#### Exercise prompt:
Copy all the lines of the data that include the word "const".

#### Provided data:
--- START ---
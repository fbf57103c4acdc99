import { Link, useParams } from 'react-router-dom';
import { buttonClass } from '@/components/ui/button';
import { PageHeader, Panel } from '@/components/ui/page-header';
import { EmptyState, ErrorState, LoadingState, NoteLine } from '@/components/ui/states';
import { sheetPreviewUrl, useSheet } from '@/features/sheet-revisions/api/get-sheet';
import { SheetActions } from '@/features/sheet-revisions/components/sheet-actions';
import { SheetAuditLog } from '@/features/sheet-revisions/components/sheet-audit-log';
import { archivedPdfUrl } from '@/features/records/api/get-archive';
import { SheetIssueRecord } from '@/features/records/components/sheet-issue-record';
import { SheetReview } from '@/features/sheet-revisions/components/sheet-review';
import { SheetSigners } from '@/features/sheet-revisions/components/sheet-signers';
import { SheetStatusBadge } from '@/features/sheet-revisions/components/sheet-status-badge';
import { SheetCheckerChange } from '@/features/sheet-revisions/components/sheet-checker-change';
import { isAdmin } from '@/lib/permissions';
import { useCurrentUser } from '../current-user';

export function SheetRoute() {
  const sheetId = Number(useParams().sheetId);
  if (!Number.isInteger(sheetId) || sheetId <= 0) {
    return <EmptyState>This is not a calc sheet address. Open the sheet from its truss or from the archive.</EmptyState>;
  }
  return <SheetRouteLoaded sheetId={sheetId} />;
}

function SheetRouteLoaded({ sheetId }: { sheetId: number }) {
  const user = useCurrentUser();
  const sheet = useSheet(sheetId);

  if (sheet.isPending) return <LoadingState label="Loading the calc sheet…" />;
  if (sheet.isError) {
    return (
      <div>
        <ErrorState title="The calc sheet could not be loaded" error={sheet.error} onRetry={() => void sheet.refetch()} />
        <Link to="/archive" className="text-sm font-medium text-accent hover:underline">
          Go to the archive
        </Link>
      </div>
    );
  }

  const s = sheet.data;
  const archived = s.status === 'issued' || s.status === 'superseded';
  return (
    <div>
      <PageHeader
        eyebrow={
          <span className="normal-case">
            <Link to={`/projects/${s.project.id}`} className="hover:text-accent">
              {s.project.jobNumber} {s.project.name}
            </Link>
            {' · '}
            <Link to={`/trusses/${s.truss.id}?tab=sheets`} className="hover:text-accent">
              {s.truss.name}
            </Link>
          </span>
        }
        title={
          <span className="inline-flex flex-wrap items-center gap-3">
            Calc sheet, revision {s.label}
            <SheetStatusBadge status={s.status} replacedBy={s.replacedBy} />
          </span>
        }
        description={<SheetSigners sheet={s} />}
        actions={
          <SheetActions sheet={s} user={user}>
            <a
              href={sheetPreviewUrl(s.id)}
              target="_blank"
              rel="noreferrer"
              className={buttonClass('secondary')}
            >
              Open sheet in a new tab
            </a>
            {archived && (
              <a
                href={archivedPdfUrl(s.id)}
                download
                className={buttonClass('primary')}
              >
                Download issued PDF
              </a>
            )}
          </SheetActions>
        }
      />

      {s.replacedBy && (
        <NoteLine className="mb-4">
          Returned and replaced by{' '}
          <Link to={`/sheets/${s.replacedBy.id}`} className="font-medium text-accent hover:underline">
            revision {s.replacedBy.label}
          </Link>
          . Its comments carry over to the new revision.
        </NoteLine>
      )}
      {s.status === 'in-check' && isAdmin(user.role) && <SheetCheckerChange key={`checker-${s.id}`} sheet={s} />}

      {s.supersededBy && (
        <NoteLine className="mb-4">
          Superseded by{' '}
          <Link to={`/sheets/${s.supersededBy.id}`} className="font-medium text-accent hover:underline">
            revision {s.supersededBy.label}
          </Link>
          . This revision stays in the archive as it was issued.
        </NoteLine>
      )}

      <SheetReview key={s.id} sheet={s} user={user} />

      <div className="mt-6 grid items-start gap-6 lg:grid-cols-2">
        <Panel title="Audit log">
          <SheetAuditLog events={s.events} />
        </Panel>
        {s.issue ? (
          <Panel title="Issued record">
            <SheetIssueRecord issue={s.issue} />
            <p className="mt-3 text-xs text-ink-faint">
              The sheet above is laid out again from the analysis run for reading; the downloaded PDF is the record as issued.
            </p>
          </Panel>
        ) : (
          <Panel title="Revision">
            <p className="text-sm text-ink-soft">
              Made from analysis run {s.runId}. When it is issued, the PDF is stored with its SHA-256 fingerprint and the
              record is signed with the firm’s key.
            </p>
          </Panel>
        )}
      </div>
    </div>
  );
}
--- END ---
#### Solution to the problem:
  const sheetId = Number(useParams().sheetId);
  const user = useCurrentUser();
  const sheet = useSheet(sheetId);
  const s = sheet.data;
  const archived = s.status === 'issued' || s.status === 'superseded';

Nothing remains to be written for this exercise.